There were 355 households, of which 28.2% had children under the age of 18 living with them, 40.8% were married couples living together, 11.8% had a female householder with no husband present, 3.4% had a male householder with no wife present, and 43.9% were non-families. 40.6% of all households were made up of individuals, and 21.4% had someone living alone who was 65 years of age or older. The average household size was 2.17 and the average family size was 2.94.

The median age in the city was 43.3 years. 26% of residents were under the age of 18; 4.3% were between the ages of 18 and 24; 21.3% were from 25 to 44; 24.3% were from 45 to 64; and 23.9% were 65 years of age or older. The gender makeup of the city was 46.9% male and 53.1% female.

Historical population
| Census | Pop. | Note | %± |
| 1870 | 444 |  | — |
| 1880 | 570 |  | 28.4% |
| 1890 | 1,078 |  | 89.1% |
| 1900 | 1,184 |  | 9.8% |
| 1910 | 1,322 |  | 11.7% |
| 1920 | 1,400 |  | 5.9% |
| 1930 | 1,286 |  | −8.1% |
| 1940 | 1,157 |  | −10.0% |
| 1950 | 1,123 |  | −2.9% |
| 1960 | 1,103 |  | −1.8% |
| 1970 | 1,050 |  | −4.8% |
| 1980 | 1,147 |  | 9.2% |
| 1990 | 1,026 |  | −10.5% |
| 2000 | 915 |  | −10.8% |
| 2010 | 813 |  | −11.1% |
| 2020 | 738 |  | −9.2% |
U.S. Decennial Census

===2000 census===
As of the census of 2000, there were 915 people, 398 households, and 228 families living in the city.
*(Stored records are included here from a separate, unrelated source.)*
// nlmDirect is a direct transcription of the weights of Buades, Coll & Morel
// (CVPR 2005) with the noise subtraction of their IPOL 2011 paper: for every
// pixel, every candidate of the window, the patch distance summed pixel by
// pixel over the mirror-extended image. It is slow and serves to check the
// offset-wise box sums of NLM.Denoise.
func nlmDirect(src []complex128, ny, nx int, opt NLMOptions, sigma float64) []complex128 {
	opt = opt.withDefaults()
	f, s := opt.PatchRadius, opt.SearchRadius
	refl := func(i, n int) int {
		if n == 1 {
			return 0
		}
		p := 2 * (n - 1)
		i %= p
		if i < 0 {
			i += p
		}
		if i >= n {
			i = p - i
		}
		return i
	}
	at := func(i, j int) complex128 { return src[refl(i, ny)*nx+refl(j, nx)] }
	val := func(c complex128) (float64, float64) {
		switch opt.Mode {
		case NLMMagnitude:
			return cmplx.Abs(c), 0
		case NLMReal:
			return real(c), 0
		}
		return real(c), imag(c)
	}
	nch := 1.0
	if opt.Mode == NLMComplex {
		nch = 2
	}
	h := opt.HFactor * sigma
	out := make([]complex128, ny*nx)
	for i := range ny {
		for j := range nx {
			var ws float64
			var acc complex128
			for di := -s; di <= s; di++ {
				for dj := -s; dj <= s; dj++ {
					var d2 float64
					for a := -f; a <= f; a++ {
						for b := -f; b <= f; b++ {
							p0, p1 := val(at(i+a, j+b))
							q0, q1 := val(at(i+di+a, j+dj+b))
							d2 += (p0-q0)*(p0-q0) + (p1-q1)*(p1-q1)
						}
					}
					d2 /= float64((2*f+1)*(2*f+1)) * nch
					w := math.Exp(-math.Max(d2-2*sigma*sigma, 0) / (h * h))
					ws += w
					q := at(i+di, j+dj)
					if opt.Mode == NLMMagnitude {
						q = complex(cmplx.Abs(q), 0)
					}
					acc += complex(w, 0) * q
				}
			}
			v := acc / complex(ws, 0)
			if opt.Mode == NLMMagnitude {
				if a := cmplx.Abs(src[i*nx+j]); a > 0 {
					v = complex(real(v)/a, 0) * src[i*nx+j]
				}
			}
			out[i*nx+j] = v
		}
	}
	return out
}

// TestNLMMatchesDirectSum checks the fast offset-wise computation against
// the direct double sum of the published weight formula, for every mode, for
// patch and search radii that exceed small image sides (repeated mirror
// reflection) and for a non-square grid.
func TestNLMMatchesDirectSum(t *testing.T) {
	cases := []struct {
		name   string
		ny, nx int
		opt    NLMOptions
		sigma  float64
	}{
		{"complex 7×7 in 11×11", 19, 23, NLMOptions{Mode: NLMComplex}, 0.3},
		{"real 5×5 in 7×7", 16, 11, NLMOptions{PatchRadius: 2, SearchRadius: 3, Mode: NLMReal}, 0.2},
		{"magnitude 3×3 in 9×9", 12, 14, NLMOptions{PatchRadius: 1, SearchRadius: 4, HFactor: 1.3, Mode: NLMMagnitude}, 0.25},
		{"tiny image, wide window", 5, 4, NLMOptions{PatchRadius: 2, SearchRadius: 6, Mode: NLMComplex}, 0.4},
		{"one row", 1, 9, NLMOptions{PatchRadius: 1, SearchRadius: 2, Mode: NLMReal}, 0.3},
	}
	for _, c := range cases {
		t.Run(c.name, func(t *testing.T) {
			src := pnpRandImage(c.ny*c.nx, 97)
			d, err := NewNLM(c.ny, c.nx, c.opt)
			if err != nil {
				t.Fatal(err)
			}
			got := make([]complex128, len(src))
			d.Denoise(got, src, c.sigma)
			want := nlmDirect(src, c.ny, c.nx, c.opt, c.sigma)
			if e := pnpMaxDiff(got, want); e > 1e-12 {
				t.Errorf("max |fast − direct| = %.3g", e)
			}
			// In place gives the same.
			in := append([]complex128(nil), src...)
			d.Denoise(in, in, c.sigma)
			if e := pnpMaxDiff(in, got); e != 0 {
				t.Errorf("in-place result differs by %.3g", e)
			}
		})
	}
}

// skimageNLMH maps scikit-image's h to ours: its fast variant sums the
// squared patch differences over the (P−1)×(P−1) block whose corner is the
// centre and divides by P² (read from skimage/restoration/
// _nl_means_denoising.pyx, 0.19.3, _integral_to_distance_2d), so its weights
// are exp(−(P−1)²/P²·max(d̄² − 2σ², 0)/h²) with d̄² the block mean; the same
// scale here needs h·P/(P−1).
func skimageNLMH(hFactor float64, patchSize int) float64 {
	return hFactor * float64(patchSize) / float64(patchSize-1)
}

// nlmFixtureRun denoises the fixture's real or complex noisy image with our
// NLM (patch P = 2f+1, search radius s as scikit-image's patch_distance) and
// returns the output and its NRMSE against the truth.
func nlmFixtureRun(t *testing.T, f *pnpFixture, kind string, patchSize, dist int, hFactor float64) ([]complex128, float64) {
	t.Helper()
	opt := NLMOptions{PatchRadius: patchSize / 2, SearchRadius: dist, HFactor: hFactor, Mode: NLMReal}
	src := pnpComplex(f.Noisy)
	if kind == "complex" {
		opt.Mode = NLMComplex
		src = f.complexNoisy()
	}
	d, err := NewNLM(f.Ny, f.Nx, opt)
	if err != nil {
		t.Fatal(err)
	}
	out := make([]complex128, len(src))
	d.Denoise(out, src, f.Sigma)
	if kind == "complex" {
		return out, pnpComplexNRMSE(out, f.complexTruth())
	}
	return out, pnpRealNRMSE(out, f.Clean)
}
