// Drawn noise has the asked covariance: the sample covariance of m = 40000
// draws, divided by 2σ², must match Ψ entry by entry within 5 standard errors
// (the standard error of the sample mean of n_i·conj(n_j)/(2σ²) is
// √(Ψ_ii·Ψ_jj/m) for circular Gaussian noise; Isserlis' theorem), its
// pseudo-covariance E[n_i n_j] must vanish within the same bound (circular
// noise), and after whitening the covariance must be the identity.
func TestNoiseCovarianceDraws(t *testing.T) {
	const coils, m, sigma = 4, 40000, 0.7
	psi := RingNoiseCovariance(coils, 0.35)
	nc, err := NewNoiseCovariance(coils, psi)
	if err != nil {
		t.Fatal(err)
	}
	data := make([]complex128, coils*m)
	if err := nc.AddNoise(data, sigma, rand.New(rand.NewPCG(5, 6))); err != nil {
		t.Fatal(err)
	}
	check := func(name string, d []complex128, want []complex128) {
		bound := 5 * math.Sqrt(1.0/m) * 1.5
		for i := range coils {
			for j := range coils {
				var cov, pcov complex128
				for k := range m {
					cov += d[i*m+k] * cmplx.Conj(d[j*m+k])
					pcov += d[i*m+k] * d[j*m+k]
				}
				cov /= complex(2*sigma*sigma*m, 0)
				pcov /= complex(2*sigma*sigma*m, 0)
				if cmplx.Abs(cov-want[i*coils+j]) > bound {
					t.Errorf("%s: covariance (%d, %d) = %.4f, want %.4f ± %.3f", name, i, j, cov, want[i*coils+j], bound)
				}
				if cmplx.Abs(pcov) > bound {
					t.Errorf("%s: pseudo-covariance (%d, %d) = %.4f, want 0 ± %.3f", name, i, j, pcov, bound)
				}
			}
		}
	}
	check("drawn", data, psi)
	if err := nc.Whiten(data); err != nil {
		t.Fatal(err)
	}
	check("whitened", data, RingNoiseCovariance(coils, 0))
}

func TestNewNoiseCovarianceRejects(t *testing.T) {
	cases := []struct {
		name  string
		coils int
		psi   []complex128
		want  string
	}{
		{"no coil", 0, nil, "allowed are 1 to"},
		{"too many coils", MaxCoils + 1, nil, "allowed are 1 to"},
		{"wrong size", 2, []complex128{1, 0, 0}, "want 2×2"},
		{"not Hermitian", 2, []complex128{1, 0.5i, 0.5i, 1}, "not Hermitian"},
		{"indefinite", 2, []complex128{1, 2, 2, 1}, "not positive definite"},
		{"NaN", 2, []complex128{1, 0, 0, complex(math.NaN(), 0)}, "not finite"},
	}
	for _, c := range cases {
		_, err := NewNoiseCovariance(c.coils, c.psi)
		if err == nil || !strings.Contains(err.Error(), c.want) {
			t.Errorf("%s: error %v, want one containing %q", c.name, err, c.want)
		}
	}
	nc, _ := NewNoiseCovariance(3, nil)
	if err := nc.AddNoise(make([]complex128, 10), 1, rand.New(rand.NewPCG(1, 1))); err == nil {
		t.Error("AddNoise accepted 10 values for 3 coils")
	}
	if err := nc.AddNoise(make([]complex128, 9), -1, rand.New(rand.NewPCG(1, 1))); err == nil {
		t.Error("AddNoise accepted σ = −1")
	}
}

func TestCoilRingRejects(t *testing.T) {
	mod := func(f func(*CoilRing)) CoilRing { r := DefaultCoilRing(8); f(&r); return r }
	cases := []struct {
		name string
		ring CoilRing
		want string
	}{
		{"no coils", DefaultCoilRing(0), "coils = 0 is outside the allowed range 1 to 64"},
		{"too many coils", DefaultCoilRing(65), "coils = 65"},
		{"radius", mod(func(r *CoilRing) { r.Radius = 1.2 }), "radius 1.2"},
		{"falloff", mod(func(r *CoilRing) { r.Falloff = 0 }), "falloff 0"},
		{"order", mod(func(r *CoilRing) { r.Order = 0 }), "order 0"},
		{"period", mod(func(r *CoilRing) { r.Period = math.NaN() }), "period NaN"},
		{"norm radius", mod(func(r *CoilRing) { r.NormRadius = 0.7 }), "normalisation radius 0.7"},
		{"phase", mod(func(r *CoilRing) { r.TangentialPhase = 9 }), "tangential phase 9"},
	}
	for _, c := range cases {
		_, err := c.ring.Build()
		if err == nil || !strings.Contains(err.Error(), c.want) {
			t.Errorf("%s: error %v, want one containing %q", c.name, err, c.want)
		}
	}
	bad := []*CoilArray{
		{},
		{FX: []float64{0}, FY: []float64{0, 1}, Coef: [][]complex128{{1}}},
		{FX: []float64{0}, FY: []float64{0}, Coef: [][]complex128{{1, 2}}},
		{FX: []float64{math.Inf(1)}, FY: []float64{0}, Coef: [][]complex128{{1}}},
	}
	for i, b := range bad {
		if err := b.Validate(); err == nil {
			t.Errorf("bad array %d validated", i)
		}
		if _, err := b.Maps(4, 4); err == nil {
			t.Errorf("bad array %d gave maps", i)
		}
	}
	a, _ := DefaultCoilRing(2).Build()
	if _, err := a.Samples(ModifiedSheppLogan(), 8, 8, []float64{1}, nil, 1); err == nil {
		t.Error("Samples accepted 1 kx and 0 ky")
	}
	if _, err := a.CartesianData(ModifiedSheppLogan(), 8, 8, make([]bool, 64)); err == nil {
		t.Error("CartesianData accepted an empty mask")
	}
}

// Uniform Cartesian SENSE cannot unfold more aliased pixels than there are
// coils (Pruessmann 1999); the error names the limit.
func TestCheckSENSEFactor(t *testing.T) {
	cases := []struct {
		coils int
		r     float64
		want  string // "" for no error
	}{
		{8, 1, ""},
		{8, 8, ""},
		{8, 4.5, ""},
		{8, 9, "needs at least that many receive coils; this array has 8 coils (allowed: R ≤ 8)"},
		{1, 2, "allowed: R ≤ 1"},
		{4, 0.5, "must be a finite number ≥ 1"},
		{0, 1, "at least one receive coil"},
	}
	for _, c := range cases {
		err := CheckSENSEFactor(c.coils, c.r)
		switch {
		case c.want == "" && err != nil:
			t.Errorf("%d coils, R = %g: unexpected error %v", c.coils, c.r, err)
		case c.want != "" && (err == nil || !strings.Contains(err.Error(), c.want)):
			t.Errorf("%d coils, R = %g: error %v, want one containing %q", c.coils, c.r, err, c.want)
		}
	}
}

func coilDot(a, b []complex128) complex128 {
	var s complex128
	for i := range a {
		s += a[i] * cmplx.Conj(b[i])
	}
	return s
}

func coilNorm(a []complex128) float64 { return math.Sqrt(real(coilDot(a, a))) }

// senseOperators returns Cartesian and NUFFT SENSE operators on an ny×nx grid
// with 8 default coils, each with and without prewhitening.
func senseOperators(t testing.TB, ny, nx int, rng *rand.Rand) map[string]*SENSE {
	a, err := DefaultCoilRing(8).Build()
	if err != nil {
		t.Fatal(err)
	}
	maps, err := a.Maps(ny, nx)
	if err != nil {
		t.Fatal(err)
	}
	nc, err := NewNoiseCovariance(8, RingNoiseCovariance(8, 0.3))
	if err != nil {
		t.Fatal(err)
	}
	mask := randomMask(ny, nx, 0.4, rng)
	kx := make([]float64, 300)
	ky := make([]float64, 300)
	for j := range kx {
		kx[j] = (rng.Float64() - 0.5) * float64(nx)
		ky[j] = (rng.Float64() - 0.5) * float64(ny)
	}
	out := map[string]*SENSE{}
	for _, w := range []struct {
		name string
		nc   *NoiseCovariance
	}{{"", nil}, {" whitened", nc}} {
		c, err := NewCartesianSENSE(ny, nx, mask, maps, w.nc)
		if err != nil {
			t.Fatal(err)
		}
		out["Cartesian"+w.name] = c
		u, err := NewNUFFTSENSE(ny, nx, kx, ky, nufft.Options{}, maps, w.nc)
		if err != nil {
			t.Fatal(err)
		}
		out["NUFFT"+w.name] = u
	}
	return out
}

// The adjoint identity ⟨Ex, y⟩ = ⟨x, Eᴴy⟩ (the definition of Eᴴ), to 1e-10
// relative to ‖Ex‖·‖y‖, for every kind of SENSE operator and a clone.
func TestSENSEAdjointIdentity(t *testing.T) {
	rng := rand.New(rand.NewPCG(21, 22))
	for name, op := range senseOperators(t, 24, 20, rng) {
		for pass, o := range []*SENSE{op, mustClone(t, op)} {
			x := randomVec(o.ImageLen(), rng)
			y := randomVec(o.DataLen(), rng)
			ex := make([]complex128, o.DataLen())
			ehy := make([]complex128, o.ImageLen())
			o.Forward(ex, x)
			o.Adjoint(ehy, y)
			l, r := coilDot(ex, y), coilDot(x, ehy)
			if d := cmplx.Abs(l-r) / (coilNorm(ex) * coilNorm(y)); d > 1e-10 {
				t.Errorf("%s (pass %d): ⟨Ex,y⟩ = %v, ⟨x,Eᴴy⟩ = %v, relative difference %.3g", name, pass, l, r, d)
			}
		}
	}
}

func mustClone(t testing.TB, s *SENSE) *SENSE {
	c, err := s.Clone()
	if err != nil {
		t.Fatal(err)
	}
	return c
}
The population density was 784.9 PD/sqmi. There were 466 housing units at an average density of 399.8 /sqmi. The racial makeup of the city was 98.25% White, 0.44% African American, 0.33% Native American, 0.11% Asian, and 0.87% from two or more races. Hispanic or Latino of any race were 0.33% of the population.

There were 398 households, out of which 25.4% had children under the age of 18 living with them, 47.0% were married couples living together, 8.5% had a female householder with no husband present, and 42.7% were non-families. 39.2% of all households were made up of individuals, and 24.1% had someone living alone who was 65 years of age or older. The average household size was 2.20 and the average family size was 3.00.

In the city the population was spread out, with 23.1% under the age of 18, 8.2% from 18 to 24, 22.2% from 25 to 44, 23.3% from 45 to 64, and 23.3% who were 65 years of age or older. The median age was 42 years. For every 100 females there were 81.2 males. For every 100 females age 18 and over, there were 77.8 males.

The median income for a household in the city was $21,513, and the median income for a family was $31,397. Males had a median income of $20,469 versus $16,518 for females. The per capita income for the city was $12,970. About 16.1% of families and 19.0% of the population were below the poverty line, including 26.0% of those under age 18 and 17.2% of those age 65 or over.

==Education==
Clarence is served by Shelby County R-IV School District. The city has a lending library, the Clarence Public Library.